Notice the time clock, indicating that the Nspire is
executing all 50 trials of 500 coin tosses, and recording the
corresponding number of heads for each trial.
They now appear in the B cell.
So far in column B, we have the number of heads in 500
flips that correspond to each of the 50 trials.
Our last step is to show that as we move from 500 flips to
1,000 to 1,500 and so on, all the way to 25,000 flips, the
ratio of the cumulative heads to the total number of flips
closer and closer to 1/2, or 0.5, or 50%.
This chart will help you understand the
formula we will be using.
We'll create a third column C of the ratios of cumulating
heads over cumulating flips.
The first ratio is simply H1 over 500.
In the second, it's the heads H1 plus H2 over 500 times 2,
or 1,000 flips.
After three trials, the ratio of heads is the sum of H1 plus
H2 plus H3 over 500 times 3, or 1,500 trials and so on.
One more comment before we resume.
In the formula we'll use on the Nspire, the variable A
stands for the numbers in column A. And the variable B
stands for the numbers in column B. I think we're ready.
Use the nav pad to move to the top of column C and type r for
ratio of total heads to total flips.
Then move down to the formula row.
We'll enter the ratio you see here.
So first press Control and the division symbol for a fraction
placeholder.
Type C-U-M-, short for cumulative, followed by S-U-M,
left paren B and right paren.
In the denominator, enter 500 times A,
the column A variable.
Finally, press the Right Arrow and press Enter.
You now have the ratio of the total number of heads to the
total number of flips.
So 500 flips, a 1,000 , 1,500, and so on, all the way to
25,000 on the 50th trial.
Pretty powerful machine.
To complete this simulation, let's make a scatter
plot of this data.
Press the Home key and select Data & Statistics page.
Again, it will take a few seconds.
Now you have what appears to be a mess.
Press the Down Arrow and you'll see
Click to Add Variable.
Click to select t for the trial number.
Then, with the nav pad, navigate over to the y-axis
and click to Add r for ratio when you see the same box.
As expected, as the number of flips increases from 500 on
trial 1 to 25,000 on trial 50, the ratio of the total number
of heads to the total number of flips approaches the
horizontal line of 0.5 or 50%.
In his prison cell, John Kerrich carried out a similar
experiment, but he flipped his coin 10,000 times without the
help of a computer simulation.
He did it all by hand.
If you count about 6 seconds for flipping and recording
each outcome, without counting the rests in between, that
alone is over 40 hours.
After 10 flips, he got 4 heads.
After 30, his heads to flips ratio was 56.7%.
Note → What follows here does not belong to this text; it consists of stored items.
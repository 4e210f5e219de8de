//! Interaction tables: growth and matrix of a Lotka–Volterra block as they stand in CSV files.
//!
//! The first row is a heading, the first column holds symbols. Cells stay unread until all names are known; here only
//! the symbols are matched. Start at [`growth`] and [`matrix`].

use std::collections::{HashMap, HashSet};

use super::desk::Desk;
use super::species::SPECIES_LIMIT;
use super::table::{Cell, Form, Table, open};
use crate::diag::Location;
use crate::model::Placed;
use crate::model::messages::Message;
use crate::model::tree::normal;

/// A table whose rows are species, with columns in the order of the rows.
pub(super) struct SymbolTable {
    pub(super) table: Table,
    /// The symbol of each row.
    pub(super) symbols: Vec<Placed<String>>,
    /// Row by row, the cells behind the symbol, in the order of `columns`.
    pub(super) cells: Vec<Vec<Cell>>,
    /// The symbol of each column of `cells`; one without a meaning for growth.
    pub(super) columns: Vec<Placed<String>>,
}

/// A table of two columns: symbol and growth.
pub(super) fn growth(desk: &mut Desk<'_>, path: &str, at: Location) -> Option<SymbolTable> {
    let advice = "write a symbol and its growth in each row";
    let table = open(desk, path, at, &Form { row: "species", advice })?;
    let [_, heading] = table.heading.as_slice() else {
        let first = Location {
            source: table.source,
            span: table.heading.first().map_or_else(Default::default, |cell| cell.span),
        };
        desk.say(Message::GrowthColumns, first, &[&table.heading.len(), &advice]);
        return None;
    };
    let (text, _) = table.text(desk, *heading);
    if text.parse::<f64>().is_ok() {
        let text = text.into_owned();
        desk.say(
            Message::HeadingIsNumber,
            table.at(*heading),
            &[&text, &"put a heading such as symbol,growth above it"],
        );
        return None;
    }
    rows(desk, table, Vec::new())
}

/// A square table: symbols in the first row and the first column, in any order.
pub(super) fn matrix(desk: &mut Desk<'_>, path: &str, at: Location) -> Option<SymbolTable> {
    let advice = "give each row as many cells as there are columns";
    let table = open(desk, path, at, &Form { row: "species", advice })?;
    if table.heading.len() > SPECIES_LIMIT + 1 {
        let start = table.at(table.heading[0]);
        desk.say(Message::TooManySpecies, start, &[&(table.heading.len() - 1), &SPECIES_LIMIT]);
        return None;
    }
    let columns: Vec<Placed<String>> = table.heading[1..].iter().map(|&cell| placed(desk, &table, cell)).collect();
    let unique = distinct(desk, &columns, Message::ColumnTwice);
    let table = rows(desk, table, columns)?;
    // A row that was left out would be missed by the comparison, although it was reported.
    (table.table.whole && square(desk, &table) && unique).then_some(table)
}

fn placed(desk: &Desk<'_>, table: &Table, cell: Cell) -> Placed<String> {
    Placed { value: normal(&table.text(desk, cell).0), at: table.at(cell) }
}

fn rows(desk: &mut Desk<'_>, mut table: Table, columns: Vec<Placed<String>>) -> Option<SymbolTable> {
    if table.rows.len() > SPECIES_LIMIT {
        let start = table.heading.first().map_or_else(Location::default, |&cell| table.at(cell));
        desk.say(Message::TooManySpecies, start, &[&table.rows.len(), &SPECIES_LIMIT]);
        return None;
    }
    let lines = std::mem::take(&mut table.rows);
    let symbols: Vec<Placed<String>> =
        lines.iter().filter_map(|row| row.first()).map(|&cell| placed(desk, &table, cell)).collect();
    let cells = lines.into_iter().map(|mut row| row.split_off(1.min(row.len()))).collect();
    distinct(desk, &symbols, Message::RowTwice).then_some(SymbolTable { table, symbols, cells, columns })
}

fn distinct(desk: &mut Desk<'_>, symbols: &[Placed<String>], message: Message) -> bool {
    let mut seen: HashMap<&str, Location> = HashMap::with_capacity(symbols.len());
    let mut distinct = true;
    for symbol in symbols {
        if let Some(first) = seen.insert(&symbol.value, symbol.at) {
            desk.say_both(message, symbol.at, &[&symbol.value], (first, "first here"));
            distinct = false;
        }
    }
    distinct
}

/// Whether rows and columns name the same species.
fn square(desk: &mut Desk<'_>, table: &SymbolTable) -> bool {
    let absent = |of: &[Placed<String>], from: &[Placed<String>]| -> Vec<Placed<String>> {
        let known: HashSet<&str> = from.iter().map(|symbol| symbol.value.as_str()).collect();
        of.iter().filter(|symbol| !known.contains(symbol.value.as_str())).cloned().collect()
    };
    let no_row = absent(&table.columns, &table.symbols);
    let no_column = absent(&table.symbols, &table.columns);
    for symbol in &no_row {
        desk.say(Message::RowMissing, symbol.at, &[&symbol.value]);
    }
    for symbol in &no_column {
        desk.say(Message::ColumnMissing, symbol.at, &[&symbol.value]);
    }
    no_row.is_empty() && no_column.is_empty()
}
And after 10,000 flips, he got heads 50.67% of
the time, or 0.5067.
His ratio also approached 0.5.
Let's finish with a little vocabulary.
In this experiment, we have two possible
outcomes, heads and tails.
The sample space S is the set of all possible outcomes.
Here, the sample space has two elements.
We use braces to denote a set.
Any combination of outcomes is an event.
For example, obtaining heads when tossing one coin or
obtaining two heads when tossing two coins.
To every event E, the probability function P of E
assigns a number between 0 and 1.
For example, the probability of obtaining heads when
tossing one coin is 0.5 for 50%.
But the probability of obtaining two heads when
tossing two coins is 0.25 for 25%.
See if you can figure that one out.
Finally, the probability of an impossible event, such as
obtaining heads and tails when tossing one coin is 0.
And the probability of a certain event is 1 for 100%.